## Your assignment
Line by line, transcribe the records exactly.

## Extracted information
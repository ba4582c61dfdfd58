import type { Branch } from '../columns/branches'
import type { Finding } from '../readers/finding'
import type { Head } from '../columns/head'
import type { Plan } from '../columns/plan'
import type { FoundReading } from '../types'

/** What the rows above say about the rows below. */
export interface RowContext {
  head: Head
  plan: Plan
  branches: readonly Branch[]
  width: number
  /** salt named by a row of its own above; null: none */
  sectionSalt: string | null
  /** salt of the row above, for cells left empty beneath it */
  saltAbove: string | null
}

/** What the cells of a row gave. */
export interface RowReading { findings: Finding[], readings: FoundReading[] }
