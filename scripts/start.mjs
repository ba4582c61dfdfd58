import { lock } from './lib/lock.mjs'
import { buildApp, checkNode, installPackages } from './lib/packages.mjs'
import { dataFolder, makeDataFolder } from './lib/places.mjs'
import { isFree } from './lib/ports.mjs'
import { until } from './lib/processes.mjs'
import { withSession } from './lib/session.mjs'
import { webAddress } from './lib/settings.mjs'
import { startStack } from './lib/stack.mjs'
import { StopSentence, runMain } from './lib/stop-sentence.mjs'

/** @type {[string, string][]} */
const ACCOUNTS = [
  ['ines@norrvik.example', 'lead, Norrvik; owner of the project'],
  ['tomas@norrvik.example', 'chemist, Norrvik'],
  ['wren@ostrel.example', 'lead and chemist, Ostrel'],
  ['odile@quaymere.example', 'chemist, Quaymere'],
  ['piet@elsewhere.example', 'collaborator: reads and comments'],
  ['sana@shelf.example', 'curator of the shelf'],
  ['admin@anionary.example', 'admin'],
]

await runMain(async () => {
  const began = Date.now()
  checkNode()
  const data = dataFolder()
  const address = webAddress()
  makeDataFolder(data)
  return withSession(async (session) => {
    const { release, isAfterCrash } = lock(data, 'Anionary')
    session.onEnd(release)
    await checkPort(address, isAfterCrash)
    await installPackages()
    session.checkpoint()
    await buildApp()
    session.checkpoint()
    const stack = await startStack(session, data, address)
    announce(stack.url, (Date.now() - began) / 1000)
    const end = await Promise.race([stack.broken, session.interrupted])
    if (end) throw new StopSentence(`${end}\nEverything else was stopped too.`)
    console.log('\nStopping …')
  })
})

/** @param {import('./lib/settings.mjs').Address} address @param {boolean} isAfterCrash */
async function checkPort({ host, port }, isAfterCrash) {
  if (!Number.isInteger(port) || port < 1 || port > 65_535) throw new StopSentence(`PORT is ${process.env.PORT}: give a number from 1 to 65535.`)
  // After a crash the old web server notices that we are gone and needs a moment to end.
  if (await until(() => isFree(port, host), isAfterCrash ? 10 : 0)) return
  throw new StopSentence(`port ${port} is taken by another program: stop it, or choose another one, for example PORT=${port + 100} npm start.`)
}

/** @param {string} url @param {number} seconds */
function announce(url, seconds) {
  console.log(`\nAnionary is ready after ${seconds.toFixed(1)} s:  ${url}`)
  if (process.env.ANIONARY_DEMO !== '0') {
    console.log('\nDemo accounts (password anionary-demo; all data in them is invented):')
    for (const [mail, role] of ACCOUNTS) console.log(`  ${mail.padEnd(26)}${role}`)
  }
  console.log('\nCtrl-C stops everything.')
}
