import type { DraftRow } from './row'
import type { RowProblem } from '../types'

const keyOf = ({ code, tone, column, message, detail, suggestion }: RowProblem) => {
  // Findings that differ in their numbers alone are one finding.
  const words = code === 'text-number' || code === 'thousands' || code === 'stated-uncertainty' || code === 'unit-in-cell' || code === 'kelvin' || code === 'fahrenheit' || code === 'date-number' || code === 'formula-like'
  // Which cells of a row have the other mark does not matter.
  if (code === 'decimal-comma' || code === 'mixed-decimals') return `${code}|${tone}`
  return words && tone === 'taken' ? `${code}|${tone}|${column}` : [code, tone, column, message, detail, suggestion].join('|')
}

function rowsText(first: number, last: number): string {
  return first === last ? `row ${first}` : `rows ${first} to ${last}`
}

/**
 * Joins findings that rows share, so that they are read and agreed to once. Decimal marks are told row after row: a stretch of commas is one finding.
 */
export function groupProblems(drafts: readonly DraftRow[]): DraftRow[] {
  const open = new Map<string, RowProblem[]>()
  const groups: RowProblem[][] = []
  for (const { problems, readings } of drafts) {
    const present = new Set<string>()
    for (const problem of problems) {
      if (problem.group !== undefined || problem.tone === 'kept') continue
      const key = keyOf(problem)
      present.add(key)
      const group = open.get(key)
      if (group) group.push(problem)
      else {
        const fresh = [problem]
        open.set(key, fresh)
        groups.push(fresh)
      }
    }
    if (readings.length > 0) closeStretches(open, present)
  }
  const grouped = new Map(groups.filter(group => group.length > 1).flatMap(group => group.map(problem => [problem, group] as const)))
  return drafts.map(draft => draft.problems.some(problem => grouped.has(problem))
    ? { ...draft, problems: draft.problems.map(problem => joined(problem, grouped.get(problem))) }
    : draft)
}

const isStretch = (key: string) => key.startsWith('decimal-comma') || key.startsWith('mixed-decimals')

function closeStretches(open: Map<string, RowProblem[]>, present: ReadonlySet<string>): void {
  for (const key of open.keys()) if (isStretch(key) && !present.has(key)) open.delete(key)
}

function joined(problem: RowProblem, group: readonly RowProblem[] | undefined): RowProblem {
  const [first, last] = [group?.[0], group?.at(-1)]
  if (!first || !last) return problem
  const marks = problem.code === 'decimal-comma' ? 'commas' : problem.code === 'mixed-decimals' ? 'points' : null
  const detail = marks ? `${rowsText(first.row, last.row).replace(/^r/, 'R')} use ${marks}. ${first.detail}` : problem.detail
  return { ...problem, detail, group: `${first.code}:${first.row}:${first.column ?? ''}` }
}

## Answer to this problem
repository ba4582c61dfdfd58
import type { Branch } from '../columns/branches'
import type { Finding } from '../readers/finding'
import type { Head } from '../columns/head'
import type { Plan } from '../columns/plan'
import type { FoundReading } from '../types'

/** What the rows above say about the rows below. */
export interface RowContext {
  head: Head
  plan: Plan
  branches: readonly Branch[]
  width: number
  /** salt named by a row of its own above; null: none */
  sectionSalt: string | null
  /** salt of the row above, for cells left empty beneath it */
  saltAbove: string | null
}

/** What the cells of a row gave. */
export interface RowReading { findings: Finding[], readings: FoundReading[] }
filename scripts/start.mjs
repository ba4582c61dfdfd58
import { lock } from './lib/lock.mjs'
import { buildApp, checkNode, installPackages } from './lib/packages.mjs'
import { dataFolder, makeDataFolder } from './lib/places.mjs'
import { isFree } from './lib/ports.mjs'
import { until } from './lib/processes.mjs'
import { withSession } from './lib/session.mjs'
import { webAddress } from './lib/settings.mjs'
import { startStack } from './lib/stack.mjs'
import { StopSentence, runMain } from './lib/stop-sentence.mjs'

/** @type {[string, string][]} */
const ACCOUNTS = [
  ['ines@norrvik.example', 'lead, Norrvik; owner of the project'],
  ['tomas@norrvik.example', 'chemist, Norrvik'],
  ['wren@ostrel.example', 'lead and chemist, Ostrel'],
  ['odile@quaymere.example', 'chemist, Quaymere'],
  ['piet@elsewhere.example', 'collaborator: reads and comments'],
  ['sana@shelf.example', 'curator of the shelf'],
  ['admin@anionary.example', 'admin'],
]

await runMain(async () => {
  const began = Date.now()
  checkNode()
  const data = dataFolder()
  const address = webAddress()
  makeDataFolder(data)
  return withSession(async (session) => {
    const { release, isAfterCrash } = lock(data, 'Anionary')
    session.onEnd(release)
    await checkPort(address, isAfterCrash)
    await installPackages()
    session.checkpoint()
    await buildApp()
    session.checkpoint()
    const stack = await startStack(session, data, address)
    announce(stack.url, (Date.now() - began) / 1000)
    const end = await Promise.race([stack.broken, session.interrupted])
    if (end) throw new StopSentence(`${end}\nEverything else was stopped too.`)
    console.log('\nStopping …')
  })
})

/** @param {import('./lib/settings.mjs').Address} address @param {boolean} isAfterCrash */
async function checkPort({ host, port }, isAfterCrash) {
  if (!Number.isInteger(port) || port < 1 || port > 65_535) throw new StopSentence(`PORT is ${process.env.PORT}: give a number from 1 to 65535.`)
  // After a crash the old web server notices that we are gone and needs a moment to end.
  if (await until(() => isFree(port, host), isAfterCrash ? 10 : 0)) return
  throw new StopSentence(`port ${port} is taken by another program: stop it, or choose another one, for example PORT=${port + 100} npm start.`)
}

/** @param {string} url @param {number} seconds */
function announce(url, seconds) {
  console.log(`\nAnionary is ready after ${seconds.toFixed(1)} s:  ${url}`)
  if (process.env.ANIONARY_DEMO !== '0') {
    console.log('\nDemo accounts (password anionary-demo; all data in them is invented):')
    for (const [mail, role] of ACCOUNTS) console.log(`  ${mail.padEnd(26)}${role}`)
  }
  console.log('\nCtrl-C stops everything.')
}
import type { DraftRow } from './row'
import type { RowProblem } from '../types'

const keyOf = ({ code, tone, column, message, detail, suggestion }: RowProblem) => {
  // Findings that differ in their numbers alone are one finding.
  const words = code === 'text-number' || code === 'thousands' || code === 'stated-uncertainty' || code === 'unit-in-cell' || code === 'kelvin' || code === 'fahrenheit' || code === 'date-number' || code === 'formula-like'
  // Which cells of a row have the other mark does not matter.
  if (code === 'decimal-comma' || code === 'mixed-decimals') return `${code}|${tone}`
  return words && tone === 'taken' ? `${code}|${tone}|${column}` : [code, tone, column, message, detail, suggestion].join('|')
}

function rowsText(first: number, last: number): string {
  return first === last ? `row ${first}` : `rows ${first} to ${last}`
}

/**
 * Joins findings that rows share, so that they are read and agreed to once. Decimal marks are told row after row: a stretch of commas is one finding.
 */
export function groupProblems(drafts: readonly DraftRow[]): DraftRow[] {
  const open = new Map<string, RowProblem[]>()
  const groups: RowProblem[][] = []
  for (const { problems, readings } of drafts) {
    const present = new Set<string>()
    for (const problem of problems) {
      if (problem.group !== undefined || problem.tone === 'kept') continue
      const key = keyOf(problem)
      present.add(key)
      const group = open.get(key)
      if (group) group.push(problem)
      else {
        const fresh = [problem]
        open.set(key, fresh)
        groups.push(fresh)
      }
    }
    if (readings.length > 0) closeStretches(open, present)
  }
  const grouped = new Map(groups.filter(group => group.length > 1).flatMap(group => group.map(problem => [problem, group] as const)))
  return drafts.map(draft => draft.problems.some(problem => grouped.has(problem))
    ? { ...draft, problems: draft.problems.map(problem => joined(problem, grouped.get(problem))) }
    : draft)
}

const isStretch = (key: string) => key.startsWith('decimal-comma') || key.startsWith('mixed-decimals')

function closeStretches(open: Map<string, RowProblem[]>, present: ReadonlySet<string>): void {
  for (const key of open.keys()) if (isStretch(key) && !present.has(key)) open.delete(key)
}

function joined(problem: RowProblem, group: readonly RowProblem[] | undefined): RowProblem {
  const [first, last] = [group?.[0], group?.at(-1)]
  if (!first || !last) return problem
  const marks = problem.code === 'decimal-comma' ? 'commas' : problem.code === 'mixed-decimals' ? 'points' : null
  const detail = marks ? `${rowsText(first.row, last.row).replace(/^r/, 'R')} use ${marks}. ${first.detail}` : problem.detail
  return { ...problem, detail, group: `${first.code}:${first.row}:${first.column ?? ''}` }
}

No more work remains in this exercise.